While 300 KB per run on average may not sound like a lot, when you multiply it by the number of runs WCG sends out per input package (about 10,000 runs) it would actually come out to about 3 GB. We started preparing more than 10,000 packages, and hope to go way beyond that eventually. With compression (good old Gzip!) we are able to get a single package down to about 400 MB. Based on early estimates about the number of runs we would end up with multiple tens of TB of data thus created.
In order to reduce the disk usage for storing such a large amount of data, we designed a method to get a single package down to about 85 MB, or about 20% of its compressed size, by utilizing the internal description of docking solutions used in our software. Typically, in dockings there is a fixed target (the so called receptor, i.e. a given protein of COVID-19) and a flexible molecule to be docked (the so called ligand, i.e. a potential drug). The ligand is moved around, rotated, and its geometry is determined by bond rotations between its atoms. We call the set of parameters that describes the aforementioned properties “genome” (since we use a genetic algorithm to run our searches… that’s for another post…), and like in actual life, a ligand genome can be used to fully describe it. By storing only the ligand “genetic information” we were able to bring the data size down to about 20% of its originally compressed size.

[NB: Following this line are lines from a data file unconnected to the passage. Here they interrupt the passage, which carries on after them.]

"""Batch sweeps: the local worker pool and Dask executors, bitwise-reproducible sweeps for any number of workers,
resume after SIGKILL, retried and failed points, the ``avalanche sweep`` command.

Sweeps use tiny points of the Reid ramp model gas so that the whole module runs in well under a minute.
"""

from __future__ import annotations

import os
import signal
import subprocess
import sys
import time
from pathlib import Path

import h5py
import numpy as np
import pytest

from avalanche.errors import ConfigError
from avalanche.quantities import rate_name
from avalanche.store.sweep_file import open_results
from avalanche.sweep.execution import LocalPool, compute_point, run_sweep
from avalanche.sweep.runfile import load_runfile

ROOT = Path(__file__).resolve().parents[2]


# Task functions for the worker processes (module level, so that fresh worker processes can import them).

def square(x):
    return x * x


def refuse_odd(x):
    if x % 2:
        raise ValueError(f"odd input {x}")
    return x


def die_once(task):
    """Kill the own worker process the first time a task with this marker runs (a real SIGKILL), then succeed."""
    marker, value = task
    if not Path(marker).exists():
        Path(marker).write_text("died once")
        os.kill(os.getpid(), signal.SIGKILL)
    return value


def die_always(value):
    if value == "doomed":
        os.kill(os.getpid(), signal.SIGKILL)
    return value


def test_a_local_pool_runs_every_task_once():
    outcomes = list(LocalPool(2).map_unordered(square, [(i, i) for i in range(7)]))
    assert sorted(o.key for o in outcomes) == list(range(7))
    assert all(o.ok and o.value == o.key ** 2 and o.attempts == 1 for o in outcomes)
    assert len({o.worker for o in outcomes}) <= 2 and all(":" in o.worker for o in outcomes)
    assert list(LocalPool(2).map_unordered(square, [])) == []


def test_an_exception_fails_its_task_at_once_and_the_rest_goes_on():
    outcomes = {o.key: o for o in LocalPool(2).map_unordered(refuse_odd, [(i, i) for i in range(4)])}
    assert [outcomes[i].ok for i in range(4)] == [True, False, True, False]
    assert outcomes[1].reason == "ValueError: odd input 1" and outcomes[1].attempts == 1
    assert "Traceback" in outcomes[1].detail and "refuse_odd" in outcomes[1].detail


def test_a_worker_that_dies_is_replaced_and_its_task_retried(tmp_path):
    marker, done = str(tmp_path / "died"), tmp_path / "exists"
    done.write_text("")
    tasks = [("a", (marker, 1)), ("b", (str(done), 2)), ("c", (str(done), 3))]
    outcomes = {o.key: o for o in LocalPool(2, max_retries=2).map_unordered(die_once, tasks)}
    assert all(o.ok for o in outcomes.values())
    assert {k: o.value for k, o in outcomes.items()} == {"a": 1, "b": 2, "c": 3}
    assert {k: o.attempts for k, o in outcomes.items()} == {"a": 2, "b": 1, "c": 1}


def test_a_task_whose_worker_always_dies_is_reported_failed():
    outcomes = {o.key: o for o in LocalPool(2, max_retries=1).map_unordered(
        die_always, [(0, "fine"), (1, "doomed"), (2, "also fine")])}
    assert outcomes[0].ok and outcomes[2].ok and outcomes[2].value == "also fine"
    assert not outcomes[1].ok and outcomes[1].attempts == 2
    assert outcomes[1].reason == "worker process died (killed by SIGKILL) in each of 2 attempts"


def test_pool_arguments_are_checked():
    with pytest.raises(ConfigError, match="give at least 1 worker"):
        LocalPool(0)
    with pytest.raises(ConfigError, match="max_retries = -1 must be >= 0"):
        LocalPool(1, max_retries=-1)


# ------------------------------------------------------------------------------------------------------- Dask

@pytest.fixture(scope="module")
def dask_cluster():
    """A two-worker Dask cluster on loopback, where a worker that dies once more fails its task."""
    dask = pytest.importorskip("dask")
    distributed = pytest.importorskip("distributed")
    with dask.config.set({"distributed.scheduler.allowed-failures": 1}):
        with distributed.LocalCluster(n_workers=2, threads_per_worker=1, processes=True, host="127.0.0.1",
                                      dashboard_address=None) as cluster:
            yield cluster


def test_dask_runs_every_task_and_reports_exceptions_and_dead_workers(dask_cluster):
    from avalanche.sweep.execution import DaskExecutor, dask_client

    with dask_client(dask_cluster.scheduler_address) as client:
        executor = DaskExecutor(client)
        assert dask_cluster.scheduler_address in executor.description
        outcomes = {o.key: o for o in executor.map_unordered(square, [(i, i) for i in range(5)])}
        assert {k: o.value for k, o in outcomes.items()} == {i: i * i for i in range(5)}
        outcomes = {o.key: o for o in executor.map_unordered(refuse_odd, [(0, 0), (1, 1)])}
        assert outcomes[0].ok and outcomes[1].reason == "ValueError: odd input 1"
        outcomes = {o.key: o for o in executor.map_unordered(die_always, [(0, "fine"), (1, "doomed")])}
        assert outcomes[0].ok and outcomes[0].value == "fine"
        assert not outcomes[1].ok and outcomes[1].reason.startswith("Dask worker died while computing the point")


def test_an_unreachable_scheduler_is_a_clear_error():
    pytest.importorskip("distributed")
    from avalanche.errors import AvalancheError
    from avalanche.sweep.execution import dask_client

    with pytest.raises(AvalancheError, match="cannot reach the Dask scheduler at 'tcp://127.0.0.1:9'"):
        dask_client("tcp://127.0.0.1:9", timeout_s=1.0)


# --------------------------------------------------------------------------------------- sweeps of engine points

SWEEP = '''
[sweep]
name = "test-sweep"
seed = 7

[gas]
mixture = "reid-ramp"
temperature_K = 0
number_density_m3 = 1e25

[grid]
reduced_field_Td = [6, 12, 18, 24]

[engine]
precision = 0.02
max_events = 3e6
electrons = 1000
'''
"""Four tiny points of the Reid ramp model gas (Reid 1979, Aust. J. Phys. 32 231), a fraction of a second each."""

TIMING_ATTRS = {"cpu_seconds", "wall_seconds", "created_utc", "sweep_wall_seconds", "sweep_worker",
                "sweep_finished_utc", "sweep_attempts"}
"""Attributes that record when, where and how fast a point ran (they differ between runs by nature)."""
HDF5_BOOKKEEPING = {"DIMENSION_LIST", "REFERENCE_LIST"}
"""Attributes holding HDF5 object references of the dimension scales (addresses inside one file)."""


def assert_same_results(path_a, path_b):
    """Both files hold the same numbers, bit for bit: the table, and every dataset and attribute of every point
    except the timing attributes."""
    a, b = open_results(path_a), open_results(path_b)
    np.testing.assert_array_equal(a.grid, b.grid)
    assert a.quantities == b.quantities
    for q in a.quantities:
        np.testing.assert_array_equal(a.value(q), b.value(q))
        np.testing.assert_array_equal(a.stderr(q), b.stderr(q))
    with h5py.File(path_a, "r") as fa, h5py.File(path_b, "r") as fb:
        def compare(name, obj):
            other = fb["points"][name]
            if isinstance(obj, h5py.Dataset):
                np.testing.assert_array_equal(obj[()], other[()], err_msg=name)
            skip = TIMING_ATTRS | HDF5_BOOKKEEPING
            keys = {k for k in obj.attrs if k not in skip}
            assert keys == {k for k in other.attrs if k not in skip}, name
            for k in keys:
                np.testing.assert_array_equal(obj.attrs[k], other.attrs[k], err_msg=f"{name} {k}")

        fa["points"].visititems(compare)
        assert set(fa["points"]) == set(fb["points"])


@pytest.fixture(scope="module")
def sweep_file(tmp_path_factory):
    folder = tmp_path_factory.mktemp("sweep")
    path = folder / "test-sweep.toml"
    path.write_text(SWEEP)
    return path


@pytest.fixture(scope="module")
def one_worker(sweep_file):
    """The reference: the sweep computed by one local worker."""
    out = sweep_file.parent / "one.h5"
    report = run_sweep(sweep_file, workers=1, out=out, quiet=True)
    assert report.computed == 4 and report.failed == [] and report.complete
    return out
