def _energy_relaxation_time(run: _Run, mean_energy_eV: float, drift_velocity: float, frequency: float) -> float:
    """τ_ε = (⟨ε⟩ − 3kT/2) / (e E W) [s], the time the field takes to supply the swarm's excess energy (exact
    energy relaxation time of the Maxwell model); where that is not positive, the elastic estimate
    M / (2 m ν) with the mixture's mean mass and the real collision frequency ν. In a gas at T > 0 the smaller of
    the two: near thermal equilibrium the excess ⟨ε⟩ − 3kT/2 is small and noisy, while the elastic estimate bounds
    the relaxation time (inelastic collisions only shorten it)."""
    tau = (mean_energy_eV - 1.5 * run.kT_eV) / (run.field_V_m * drift_velocity)
    fraction = sum(c.fraction * ELECTRON_MASS_kg / (c.cross_sections.mass_amu * ATOMIC_MASS_UNIT_kg)
                   for c in run.mixture.components)
    elastic = 1.0 / (2.0 * fraction * frequency) if frequency > 0 else math.nan
    if math.isfinite(tau) and tau > 0:
        return min(tau, elastic) if run.kT_eV > 0 and math.isfinite(elastic) else tau
    return elastic


def _recent_rates(series: _Series, chunks: int) -> tuple[float, float, float, float]:
    """Pooled over the replicas and the last ``chunks`` chunks: (mean energy [eV], flux drift velocity [m/s], real
    collision frequency [s⁻¹], trial events per electron-second [s⁻¹])."""
    events = series.array("events")[-chunks:].sum()
    weights = series.array("weights")[-chunks:].sum()
    exposure = series.array("exposure")[-chunks:].sum()
    return (float(series.array("energy_sum")[-chunks:].sum() / weights),
            float(series.array("vz_sum")[-chunks:].sum() / weights),
            float(series.array("real")[-chunks:].sum() / exposure), float(events / exposure))


def _relaxation_events(run: _Run, series: _Series, electrons: int) -> tuple[float, float]:
    """(τ_ε [s], trial events) that relaxing ``electrons`` electrons over RELAXATION_MIN_ENERGY_TIMES energy
    relaxation times takes, at the rates of the last chunks."""
    energy, drift, frequency, trial = _recent_rates(series, min(len(series), RELAXATION_MIN_CHUNKS))
    tau = _energy_relaxation_time(run, energy, drift, frequency)
    return tau, RELAXATION_MIN_ENERGY_TIMES * tau * trial * electrons


def _pilot_check(run: _Run) -> bool:
    """Start the pilot relaxation; returns whether it started.

    Called when the full ensemble has spent PILOT_TRIGGER × max_events without passing the relaxation test (the
    energy relaxation of a heavy rare gas at low E/N takes ~M/(2m) elastic collisions per electron, common
    practice: ~3.6e4 in argon). Each replica is thinned to PILOT_ELECTRONS_PER_REPLICA electrons (unbiased
    population control, :meth:`Ensemble.retarget`), which go on relaxing at a small fraction of the cost;
    :func:`_leave_pilot` clones them back when the test passes. The stationarity test and the number of energy
    relaxation times do not depend on the number of electrons; chunks are made longer so that each holds about
    PILOT_CHUNK_EVENTS trial events (at most the full ensemble's chunk). Runs that relax within PILOT_TRIGGER of
    their budget never take this path (their results are unchanged).
    """
    ens, s = run.ens, run.settings
    if ens.target <= PILOT_ELECTRONS_PER_REPLICA:
        return False
    run.pilot = True
    run.anomalies["pilot_electrons"] = PILOT_ELECTRONS_PER_REPLICA * ens.replicas
    pilot_events = PILOT_ELECTRONS_PER_REPLICA * ens.replicas * s.events_per_chunk
    run.chunk_scale = min(ens.target / PILOT_ELECTRONS_PER_REPLICA, max(1.0, PILOT_CHUNK_EVENTS / pilot_events))
    ens.retarget(PILOT_ELECTRONS_PER_REPLICA)
    return True


def _leave_pilot(run: _Run, series: _Series, tau: float) -> bool:
    """Clone the relaxed pilot electrons up to the ensemble that sampling can afford; returns True.

    The full target (``electrons``) when half of the remaining budget covers one position window (diffusion_skip +
    diffusion_segment energy relaxation times) for every electron, else fewer (at least the pilot's): a swarm with
    a long energy relaxation then samples with fewer electrons over a longer time, which costs the same per
    event and gives finite bulk and diffusion estimates within the budget. ``anomalies["sampled_electrons"]``
    records the size used.
    """
    ens, s = run.ens, run.settings
    recent_tau, _ = _relaxation_events(run, series, 1)
    tau = tau if math.isfinite(tau) and tau > 0 else recent_tau
    _, _, _, trial = _recent_rates(series, min(len(series), RELAXATION_MIN_CHUNKS))
    full = s.electrons // s.replicas
    window = s.diffusion_skip * (1.0 + s.diffusion_segment) * tau if math.isfinite(tau) and tau > 0 else 0.0
    remaining = max(s.max_events - run.events, 0)
    affordable = 0.5 * remaining / (trial * window * ens.replicas) if window > 0 else full
    target = int(min(full, max(ens.target, math.floor(affordable))))
    run.pilot = False
    run.chunk_scale = full / target
    ens.retarget(target)
    run.anomalies["sampled_electrons"] = target * ens.replicas
    return True


def _relaxation_advice(run: _Run, series: _Series) -> str:
    """What to change when the relaxation test did not pass in the budget: the events it needs at this point
    (sampling is forced at half of max_events, hence the factor 2)."""
    tau, needed = _relaxation_events(run, series, int(run.ens.count.sum()))
    if not (math.isfinite(needed) and needed > 0):
        return "raise max_events"
    return (f"the energy relaxation time is about {tau:.3g} s and relaxing {int(run.ens.count.sum())} electrons "
            f"needs about {needed:.3g} trial events: raise max_events to at least {2.0 * needed:.3g}, or lower "
            "electrons")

These “dried” genomes reduce dramatically the amount of data that needs to be transferred and stored in our database.
While it takes you up to 2.8 CPU years to find the optimal genome result for a single package, it takes us only about 30 minutes to re-generate the original coordinates and energies (since we already know the solution). We have two dedicated servers for receiving and storing the data, and perform the processing operations.
So what happens to the data during the processing? There are two basic things that happen as soon as we receive a result file: first, the “dried” genomes in the results are “rehydrated”, meaning the coordinates of all poses for each run are calculated in the tridimensional space; then each pose is analyzed individually.
An analysis script collects the information about the type of interactions (e.g., polar/non- interactions, electrostatic, etc.) and the target residues with which each pose is interacting (i.e. cysteine 111). It also checks if the molecule reacted or not (according to the reactive docking parameters). This information is gathered in a very efficient way, and stored in our database. This is an essential step in the processing phase because it enables us to perform very complex queries that ultimately allow us to look for the few hundred promising “needles” in a haystack that contains billions of poses in a few seconds. The most promising compounds will be visually inspected one by one and selected to be advanced to the testing phase. Thanks to all of your support, at the time of writing the database contains about 3,600 results packages corresponding to a total of about 36 million ligands or 1.8 billion ligand poses, with more results coming in daily.